Be optimistic about the company's hot spots combined with the advantages of social communication ecology, and pay attention to brand advertising flexibility. Weibo previously hosted the V Influence Summit to introduce the priorities of ecological construction in 2023: in terms of operation strategy, this year Weibo included social interaction in the assessment index for leading creators, emphasizing core fan value; in terms of product strategy, Weibo expanded popular searches from global hot spots to global+personalized hot spots, and added secondary distribution to the relationship flow scenario to expand users' content consumption networks; in terms of creator monetization, the platform continues to help creators achieve commercialization value through advertising endorsements, V+ memberships, closed-loop e-commerce, etc.
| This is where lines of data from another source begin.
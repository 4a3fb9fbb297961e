"""The compiled minimiser of :mod:`peaksift.likelihood.driver` against outside references.

Sources: the extended binned Poisson NLL sum(mu - n ln mu) (Baker and Cousins, Nucl.
Instrum. Meth. 221 (1984) 437, eq. 11) of a truncated normal on a truncated power law (or an
exponential), written here with ``scipy.stats`` CDFs and minimised by iminuit's MIGRAD
(strategy 2, tight tolerance) with HESSE errors; the coarse scan's Gaussian fractions against
``scipy.stats.norm``.
"""

from __future__ import annotations

import numpy as np
import pytest
from iminuit import Minuit
from scipy import stats

from peaksift.likelihood import BinnedCost, Model, NearMinimum, minimize, refine
from peaksift.likelihood.driver import JOINED, compiled_fisher_scoring

LO, HI = 100.0, 600.0


def _truncated(cdf, x, lo, hi):
    a, b = cdf(lo), cdf(hi)
    return (cdf(x) - a) / (b - a)


def _scipy_nll(edges, n, background):
    """The extended binned NLL written with scipy: parameters in the Model's order."""
    def nll(p):
        mass, sigma, ns, shape, nb = p
        fs = np.diff(_truncated(lambda x: stats.norm.cdf(x, mass, sigma), edges, LO, HI))
        if background == "powerlaw":
            a = 1.0 - shape
            cb = (edges**a - LO**a) / (HI**a - LO**a)
        else:  # exp(b1 t), t in [-1, 1] across the window
            t = (edges - 0.5 * (LO + HI)) / (0.5 * (HI - LO))
            cb = (np.exp(shape * t) - np.exp(-shape)) / (np.exp(shape) - np.exp(-shape))
        mu = ns * fs + nb * np.diff(cb)
        with np.errstate(all="ignore"):
            v = float(np.sum(mu - n * np.log(mu)))
        return v if np.isfinite(v) else 1e300
    return nll


def _spectrum(background: str, seed: int, bins: int = 500):
    rng = np.random.default_rng(seed)
    if background == "powerlaw":
        u = rng.random(200_000)
        a = 1.0 - 3.5
        x = LO * (1.0 - u * (1.0 - (HI / LO) ** a)) ** (1.0 / a)
    else:
        x = LO + rng.exponential(150.0, 400_000)
        x = x[x < HI][:200_000]
    x = np.concatenate([x, rng.normal(300.0, 6.0, 1500)])
    edges = np.linspace(LO, HI, bins + 1)
    n = np.histogram(x, edges)[0].astype(float)
    return edges, n


def _cost(background, edges, n, start):
    model = Model("gaussian", background, (LO, HI))
    free = np.arange(len(model.parameter_names))
    ro = []
    for a in (edges, n, np.ones(n.size)):
        a = np.array(a, float)
        a.flags.writeable = False
        ro.append(a)
    return model, BinnedCost(model, np.asarray(start, float), free, [], *ro)


START = {"powerlaw": [305.0, 8.0, 1000.0, 3.0, 200_000.0],
         "exponential": [295.0, 5.0, 2000.0, -1.0, 200_000.0]}


#: the truth of :func:`_spectrum`: iminuit starts there (a careful fit by hand)
TRUTH = {"powerlaw": [300.0, 6.0, 1500.0, 3.5, 200_000.0],
         "exponential": [300.0, 6.0, 1500.0, -250.0 / 150.0, 200_000.0]}


def _bounds(background):
    lower = np.array([LO, 0.5, -1e5, -20.0 if background == "powerlaw" else -50.0, 0.0])
    upper = np.array([HI, 100.0, 1e6, 60.0 if background == "powerlaw" else 50.0, 1e7])
    return lower, upper


def _iminuit(nll, start, lower, upper):
    m = Minuit(lambda *p: nll(np.array(p)), *start,
               name=["mass", "sigma", "ns", "shape", "nb"])
    m.errordef = 0.5
    m.strategy = 2
    m.tol = 1e-5
    for i, k in enumerate(m.parameters):
        m.limits[k] = (lower[i], upper[i])
    m.migrad()
    m.hesse()
    assert m.valid
    return m


@pytest.mark.parametrize("background", ["powerlaw", "exponential"])
@pytest.mark.parametrize("seed", [1, 2])
def test_compiled_minimum_matches_iminuit(background, seed):
    edges, n = _spectrum(background, seed)
    lower, upper = _bounds(background)
    _, cost = _cost(background, edges, n, START[background])
    assert cost.compiled_problem() is not None  # the compiled loop is what runs here
    mo = minimize(cost, np.array(START[background]), lower, upper,
                  ["mass", "sigma", "ns", "shape", "nb"])
    assert mo.method == "fisher-scoring" and mo.converged
    nll = _scipy_nll(edges, n, background)
    m = _iminuit(nll, TRUTH[background], lower, upper)
    err = np.asarray(m.errors)
    # the same minimum: within 0.002 sigma per parameter, and NLL not above MIGRAD's
    # (the two NLLs differ by a data-only constant: compare at both minima with scipy)
    assert np.all(np.abs(mo.x - np.asarray(m.values)) < 2e-3 * err)
    assert nll(mo.x) <= m.fval + 1e-6
    # errors from the observed Hessian at the minimum vs HESSE: 0.5 %
    # (the expected information's errors, ``mo.errors``, only steer the Hessian's steps:
    # they differ from HESSE's by up to ~7 % for sigma here)
    _, _, cov, posdef = refine(cost, mo, *cost._free_bounds(lower, upper))
    assert posdef
    assert np.allclose(np.sqrt(np.diag(cov)), err, rtol=5e-3)


def test_compiled_loop_stops_at_a_known_minimum():
    edges, n = _spectrum("powerlaw", 4)
    lower, upper = _bounds("powerlaw")
    _, cost = _cost("powerlaw", edges, n, START["powerlaw"])
    names = list("abcde")
    best = minimize(cost, np.array(START["powerlaw"]), lower, upper, names)
    near = NearMinimum(best.x, best.fval, np.diag(1.0 / best.errors**2), 0.05, 0.02)
    # a start 0.05 sigma off the minimum has joined it at once
    mo = minimize(cost, best.x + 0.05 * best.errors, lower, upper, names, stop=near)
    assert mo.joined and abs(mo.fval - best.fval) < 0.05
    # a start elsewhere (sigma 3x) goes its own way until it comes within 0.02 sigma^2
    out = compiled_fisher_scoring(cost, np.r_[best.x[0], 3 * best.x[1], best.x[2:]], lower,
                                  upper, 60, 1e-7, near)
    assert out is not None
    status, x, f, _, _ = out
    assert status == JOINED
    d = (x - best.x) / best.errors
    assert f <= best.fval + 0.05 and d @ d < 0.02


@pytest.mark.parametrize("background", ["powerlaw", "exponential"])
def test_numpy_reference_path_agrees(background, monkeypatch):
    """The numpy reference path (PEAKSIFT_NUMPY_COST=1: numpy cost, Python loop) reaches
    the same point to rounding: both are checked against iminuit above."""
    edges, n = _spectrum(background, 6)
    lower, upper = _bounds(background)
    _, cost = _cost(background, edges, n, START[background])
    fast = minimize(cost, np.array(START[background]), lower, upper, list("abcde"))
    monkeypatch.setenv("PEAKSIFT_NUMPY_COST", "1")
    _, cost2 = _cost(background, edges, n, START[background])
    ref = minimize(cost2, np.array(START[background]), lower, upper, list("abcde"))
    assert ref.converged and fast.converged
    assert np.all(np.abs(fast.x - ref.x) < 1e-6 * fast.errors)
    assert abs(fast.fval - ref.fval) < 1e-8


def test_gaussian_width_rows_match_scipy():
    """The width profile's compiled rows (one mass, many widths, each on its band of edges)
    vs the truncated normal of scipy: within the band to 1e-12 of the largest fraction, 0
    outside it (beyond 7 widths the normal holds < 3e-12 of its mass)."""
    from peaksift.shapes.compiled import gaussian_width_rows

    lo, hi, m = 100.0, 400.0, 180.0
    edges = np.linspace(lo, hi, 301)
    widths = 4.0 * 2.0 ** (np.arange(-6, 7) / 2)
    i0 = np.maximum(np.searchsorted(edges, m - 7 * widths) - 1, 0).astype(np.int64)
    i1 = np.minimum(np.searchsorted(edges, m + 7 * widths) + 1, edges.size - 1).astype(
        np.int64)
    out = np.full((widths.size, edges.size - 1), np.nan)
    assert gaussian_width_rows(edges, m, widths, i0, i1, lo, hi, out)
    for w, a, b, row in zip(widths, i0, i1, out):
        pa, pb = stats.norm.cdf([lo, hi], m, w)
        ref = np.diff(stats.norm.cdf(edges, m, w)) / (pb - pa)
        assert np.max(np.abs(row[a:b] - ref[a:b])) < 1e-12 * ref.max()
        assert np.all(row[:a] == 0.0) and np.all(row[b:] == 0.0)
        assert ref[:a].sum() + ref[b:].sum() < 3e-12


@pytest.mark.parametrize(("sigma", "window"), [(6.0, (LO, HI)), (3.0, (110.0, 200.0))])
def test_gaussian_rows_match_scipy(sigma, window):
    """The coarse scan's compiled Gaussian bin fractions vs the truncated normal of scipy
    (upper tails where the window lies above the peak), to 1e-12 of the largest fraction."""
    from peaksift.shapes.compiled import gaussian_rows

    lo, hi = window
    edges = np.linspace(lo, hi, 98)
    masses = np.array([lo - 20.0, lo + 1.0, 0.5 * (lo + hi), hi - 0.3, hi + 5.0])
    out = np.empty((masses.size, edges.size - 1))
    assert gaussian_rows(edges, masses, sigma, lo, hi, out)
    for m, row in zip(masses, out):
        a, b = stats.norm.sf([lo, hi], m, sigma)
        ref = -np.diff(stats.norm.sf(edges, m, sigma)) / (a - b)
        assert np.max(np.abs(row - ref)) < 1e-12 * max(ref.max(), 1e-300) + 1e-300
Looking ahead, we believe that with further support from macroeconomics and consumption recovery, brand advertising is expected to show a greater recovery; at the same time, along with the trend of normalization of content, Weibo, as a social media with strong entertainment attributes, is expected to benefit from user activity brought about by increased content richness and advertisers linking hot topics.

Profit forecasting and valuation

We maintain our 2023/2024 earnings forecast and maintain our outperforming industry ratings and Hong Kong/US stock target price of HK$194/$25, all corresponding to 11.2 times the 2023 non-GAAP P/E. Currently, the company's Hong Kong stock trading is 7.4/5.4 times 2023/2024 non-GAAP P/E, US stock trading is 7.2/5.3 times 2023/2024 non-GAAP P/E, and the target price margin for Hong Kong/US stocks is 51.6%/53.9% respectively.

risks

The recovery in macroeconomic and consumer demand fell short of expectations, industry regulation policies continued to be strengthened, industry competition intensified, and investment depreciation risks.

The translation is provided by third-party software.